[Records from a data source]
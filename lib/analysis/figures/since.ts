import type { HoldTimeEstimate } from '../hold-time'
import { stateByHoldTime } from './state'
import type { FiguresInput, SystemState } from './types'

interface Witness {
  startedAt: number
  /** What this hold alone says the hold time is, s, at the least and at the most. */
  least: number
  most: number
}

/**
 * Since when a state by hold time has been so: going back from the newest hold, the start of the first of an
 * unbroken row of holds none of which speaks against it, within the rows that were loaded. While learning, the
 * start of the record. Nothing to go by: null.
 */
export function sinceOfState(
  input: FiguresInput,
  state: SystemState,
  hold: HoldTimeEstimate | null,
): number | null {
  const starts = [...input.rows.runs, ...input.rows.holds].map((row) => row.startedAt)
  if (hold === null || state === 'learning') return starts.length === 0 ? null : Math.min(...starts)
  const witnesses = witnessesOf(input, hold).sort((a, b) => b.startedAt - a.startedAt)
  let since: number | null = null
  let against = 0
  for (const witness of witnesses) {
    const agrees = canBe(witness, state, input.settings)
    // One hold by itself may be a flush not seen; two in a row are another state.
    against = agrees ? 0 : against + 1
    if (against >= 2) break
    if (agrees) since = witness.startedAt
  }
  return since ?? (starts.length === 0 ? null : Math.max(...starts))
}

function witnessesOf({ rows }: FiguresInput, hold: HoldTimeEstimate): Witness[] {
  const share = hold.seconds / Math.max(1, hold.model.observedHoldSeconds)
  const whole = rows.holds
    .filter((row) => !row.setAside && row.flushes === 0 && row.ending !== 'interrupted')
    .map((row) => {
      const seconds = ((row.endedAt - row.startedAt) / 1000) * share
      return row.ending === 'leak'
        ? { startedAt: row.startedAt, least: 0.85 * seconds, most: 1.15 * seconds }
        : { startedAt: row.startedAt, least: seconds, most: Infinity }
    })
  return whole
}

const BY_HOLD_TIME: readonly SystemState[] = ['short-cycling', 'leaking', 'weeping', 'tight']

function canBe(
  witness: Witness,
  state: SystemState,
  settings: { limitSeconds: number; aimSeconds: number },
): boolean {
  const rank = (seconds: number) => BY_HOLD_TIME.indexOf(stateByHoldTime({ seconds, bound: null }, settings))
  const own = BY_HOLD_TIME.indexOf(state)
  return rank(witness.least) <= own && own <= rank(witness.most)
}
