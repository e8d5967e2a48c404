import type {
  FlushRow,
  HoldRow,
  Instant,
  LegRow,
  OpenRows,
  RunRow,
  StatementValue,
  SystemKind,
} from '../fold/types'
import type { LeakModel } from '../fit/types'

/** What a caller loads: rows known at `at`, newest first or oldest first as it likes (they are sorted here). */
export interface RecordRows {
  /** Runs, holds and flushes of the last `RECORD_DAYS` days. */
  runs: readonly RunRow[]
  holds: readonly HoldRow[]
  flushes: readonly FlushRow[]
  /** The newest `LEG_LIMIT` legs of the last `LEG_DAYS` days. */
  legs: readonly LegRow[]
}
export const RECORD_DAYS = 14
export const LEG_DAYS = 10
export const LEG_LIMIT = 96

/** The last value of each channel in the state of the fold; a channel never heard is null. */
export interface CurrentReading {
  at: Instant
  vacuumPa: number | null
  pumpOn: boolean | null
  airC: number | null
  barometerPa: number | null
  supplyV: number | null
}

/** What the rings in the state of the fold teach; null = nothing yet. Made by `figuresInput`. */
export interface LearnedFigures {
  cutOutPa: number | null
  settledPa: number | null
  cutInPa: number | null
  rechargePaPerSecond: number | null
  /** How many readings of the switch stand behind each point. */
  readings: { cutOut: number; cutIn: number }
  /** Step of the gauge as its readings show it, Pa; 0 = not seen. */
  stepPa: number
}

export interface FiguresSettings {
  kind: SystemKind
  /** The installer's figures; null = not known. */
  cutOutPa: number | null
  cutInPa: number | null
  limitSeconds: number
  aimSeconds: number
  silenceSeconds: number
  pumpAmps: number | null
  altitudeM: number
  /** Of the logger now fitted; with no logger both false. */
  channels: { pump: boolean; vacuum: boolean }
  intervalSeconds: number | null
}

export type AboardWord = 'aboard' | 'away' | 'unknown'

export interface FiguresInput {
  at: Instant
  rows: RecordRows
  open: OpenRows
  current: CurrentReading | null
  learned: LearnedFigures
  settings: FiguresSettings
  /** What the state of the fold shows besides rows (`conditionOf`). */
  condition: {
    /** Vacuum far under the cut-in without a start since then. */
    offSince: Instant | null
    /** From when the run in progress was running on. */
    runningOnSince: Instant | null
  }
  /** What people say of the system, in force at `at`. */
  statement: { value: StatementValue; since: Instant } | null
  /** Newest receipt of anything from its loggers, or newest sample where that is later; null = never heard. */
  lastHeardAt: Instant | null
}

export const SYSTEM_STATES = [
  'unheard',
  'laid-up',
  'worked-on',
  'running-on',
  'off',
  'learning',
  'short-cycling',
  'leaking',
  'weeping',
  'tight',
] as const
export type SystemState = (typeof SYSTEM_STATES)[number]

export interface LeakRateFigure {
  /** Mean rate over the switch's band at steady 20 °C and the place's standard pressure; > 0 loses vacuum. */
  paPerHour: number
  low: number
  high: number | null
  legs: number
  hours: number
  compensated: boolean
}

export interface HoldTimeFigure {
  seconds: number
  low: number
  /** Null with a bound. */
  high: number | null
  /** `at-least`: `seconds` is the bound. */
  bound: null | 'at-least'
  holds: number
}

export type Cause = 'leak' | 'pump' | 'switch' | 'gas-space'

/** One day up to `at`: what the pump did, per 24 hours heard. */
export interface PumpDay {
  runsPerDay: number
  leakRunsPerDay: number
  pumpSecondsPerDay: number
  /** Null without the pump's amperes. */
  ampHoursPerDay: number | null
  hoursObserved: number
}

/** Rate, recharge, differential and the volume-free K = r/(R + r), now and as usual. */
export interface LeakSigns {
  ratePaPerSecond: number | null
  rechargePaPerSecond: number | null
  differentialPa: number | null
  ratio: number | null
}

/** The answer: everything of the summary, and what the outlook, the fleet and the notices build on. Plain JSON. */
export interface Figures {
  at: Instant
  state: SystemState
  /** Why the state is what it is, for a reader: "holds 2 h 10 min, under the limit of 3 h". */
  reason: string
  since: Instant | null
  leakRate: LeakRateFigure | null
  holdTime: HoldTimeFigure | null
  /** What the hold time rests on. */
  method: 'legs' | 'short-holds' | 'run-lengths' | 'none'
  cutOutPa: number | null
  settledPa: number | null
  cutInPa: number | null
  recharge: { paPerSecond: number; usualPaPerSecond: number | null } | null
  cause: Cause | null
  signs: { now: LeakSigns; usual: LeakSigns }
  current: {
    at: Instant
    vacuumPa: number | null
    pumpOn: boolean | null
    holdSoFarSeconds: number | null
  } | null
  pump: PumpDay | null
  lastHeardAt: Instant | null
  /** Lower is worse: orders a fleet, worst first. */
  rank: number
  /** What the outlook simulates from; null while learning. */
  model: LeakModel | null
}
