import { noteAudit } from '@/db/queries/audit'
import { findPersonByEmail } from '@/db/queries/people'
import { addOwner, grantAccess, insertVessel } from '@/db/queries/vessels'
import { asIngest, type Trx } from '@/db/roles'
import type { Who } from '@/lib/auth/who'
import { noSuch } from '@/lib/access/require-right'
import { inviteOwner } from '@/lib/people/invite'
import { Problem } from '@/lib/problem'
import { insertSystemWithSetting } from '@/lib/systems/add-system'
import { requireZone } from '@/lib/vessels/require-zone'
import type { CreateVessel } from '@/shared/schemas'

/**
 * Sets up a vessel with its first system. Whose it is: the person with `ownerEmail`, who lets the creating shop
 * see all of it; without such a person the creating shop keeps it until an owner accepts; without a shop the
 * creator owns it.
 * @throws Problem `not-found` for a shop one is not in, `invalid` for an unknown zone or an owner without a shop
 */
export async function createVessel(
  who: Who,
  input: CreateVessel,
  now: Date,
): Promise<{ id: string; systems: { id: string }[] }> {
  const shopId = shopOf(who, input)
  return asIngest(async (trx) => {
    await requireZone(trx, input.timeZone)
    const ownerId = await ownerOf(trx, who, input, shopId)
    const id = await insertVessel(trx, {
      name: input.name,
      timeZone: input.timeZone,
      quietHours: input.quietHours,
      altitudeM: input.altitudeM,
      harbour: input.harbour,
      berth: input.berth,
      keptByShopId: ownerId === null ? shopId : null,
    })
    if (ownerId !== null) {
      await addOwner(trx, id, ownerId, now)
      if (shopId !== null)
        await grantAccess(trx, { vesselId: id, shopId, level: 'full', grantedBy: ownerId, at: now })
    } else if (input.ownerEmail !== undefined) {
      await inviteOwner(trx, { email: input.ownerEmail, vesselId: id, invitedBy: who.personId, now })
    }
    const systemId = await insertSystemWithSetting(trx, id, input.system ?? {}, who.personId, now)
    await noteAudit(trx, {
      at: now,
      personId: who.personId,
      vesselId: id,
      shopId: shopId ?? undefined,
      action: 'vessel.created',
      detail: { name: input.name },
    })
    return { id, systems: [{ id: systemId }] }
  })
}

/** The creating shop: the one named, or the only one of somebody who is in one and doesn't register their own boat. */
function shopOf(who: Who, input: CreateVessel): string | null {
  const shops = [...new Set(who.memberships.map((membership) => membership.shopId))]
  if (input.shopId !== undefined) {
    if (!shops.includes(input.shopId)) throw noSuch('shop')
    return input.shopId
  }
  if (isOwn(who, input)) return null
  const [only, ...others] = shops
  if (others.length > 0)
    throw new Problem('invalid', 'Say which of your shops sets the boat up: name its shopId.')
  return only ?? null
}

const isOwn = (who: Who, input: CreateVessel): boolean =>
  input.ownerEmail !== undefined && input.ownerEmail.toLowerCase() === who.email.toLowerCase()

async function ownerOf(
  trx: Trx,
  who: Who,
  input: CreateVessel,
  shopId: string | null,
): Promise<string | null> {
  if (shopId === null) {
    if (input.ownerEmail !== undefined && !isOwn(who, input))
      throw new Problem('invalid', 'Only a shop sets up a boat for somebody else: leave ownerEmail out.')
    return who.personId
  }
  return input.ownerEmail === undefined ? null : findPersonByEmail(trx, input.ownerEmail)
}
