export * from './figures-of'
export * from './state'
export * from './types'
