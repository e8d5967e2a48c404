import type { StoredFacts } from '@/db/queries/facts'
import { orderItems } from '@/lib/analysis/fold/order'
import type {
  Fact,
  FoldItem,
  FoldSettings,
  Instant,
  StatementValue,
  SystemKind,
} from '@/lib/analysis/fold/types'

/** Before every sample: the figures first told of a system stand for all that was measured before them too. */
const BEGINNING: Instant = 0

const KINDS: readonly SystemKind[] = ['pass-through', 'collecting', 'unit', 'two-pumps', 'on-demand']
const VALUES: readonly StatementValue[] = ['off', 'laid-up', 'worked-on']

/** Samples are whole milliseconds, so a fact within a millisecond comes before the next sample. */
const instantOf = (ms: number): Instant => Math.max(BEGINNING, Math.ceil(ms))

/** The stored set-up as facts of the fold, in its order. */
export function factItems(stored: StoredFacts): (FoldItem & { type: 'fact' })[] {
  const facts: Fact[] = [
    ...stored.settings.map((row, position): Fact => ({
      kind: 'settings',
      at: position === 0 ? BEGINNING : instantOf(row.fromMs),
      settings: settingsOf(row),
    })),
    ...stored.fittings.flatMap((row): Fact[] => {
      const { loggerId, intervalSeconds } = row
      const channels = { pump: row.channels.includes('pump'), vacuum: row.channels.includes('vacuum') }
      const fitted: Fact = { kind: 'fitting', at: instantOf(row.fromMs), loggerId, intervalSeconds, channels }
      return row.toMs === Infinity
        ? [fitted]
        : [fitted, { kind: 'removal', at: instantOf(row.toMs), loggerId }]
    }),
    ...statementFacts(stored.statements),
  ]
  return orderItems(facts, []).filter((item): item is FoldItem & { type: 'fact' } => item.type === 'fact')
}

function settingsOf(row: StoredFacts['settings'][number]): FoldSettings {
  const kind = KINDS.find((known) => known === row.kind) ?? 'pass-through'
  return { kind, cutOutPa: row.cutOutPa, cutInPa: row.cutInPa }
}

/**
 * What people said, as changes of what is in force: of the statements that hold at an instant the one said to begin
 * last counts. One that ends brings back an older one that still holds, else `null`.
 */
function statementFacts(statements: StoredFacts['statements']): Fact[] {
  const spans = statements.map((row) => ({
    from: instantOf(row.fromMs),
    to: row.toMs === Infinity ? Infinity : instantOf(row.toMs),
    value: VALUES.find((known) => known === row.value) ?? null,
    id: Number(row.id),
  }))
  const times = [...new Set(spans.flatMap(({ from, to }) => [from, to]))]
    .filter((time) => time !== Infinity)
    .sort((a, b) => a - b)
  const facts: Fact[] = []
  let before: StatementValue | null = null
  for (const at of times) {
    const [newest] = spans
      .filter(({ from, to }) => from <= at && at < to)
      .sort((a, b) => b.from - a.from || b.id - a.id)
    const value = newest?.value ?? null
    if (value !== before) facts.push({ kind: 'statement', at, value })
    before = value
  }
  return facts
}

/** What people say of the system, in force at `at`. */
export function statementAt(
  stored: StoredFacts,
  at: Instant,
): { value: StatementValue; since: Instant } | null {
  const last = statementFacts(stored.statements)
    .filter((fact) => fact.at <= at)
    .at(-1)
  return last?.kind === 'statement' && last.value !== null ? { value: last.value, since: last.at } : null
}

Brief: Print exactly the lines between the line with "const last = statementFacts(stored.statements)" and the final line of the records above, both included.

Task response:
  const last = statementFacts(stored.statements)
    .filter((fact) => fact.at <= at)
    .at(-1)
  return last?.kind === 'statement' && last.value !== null ? { value: last.value, since: last.at } : null
}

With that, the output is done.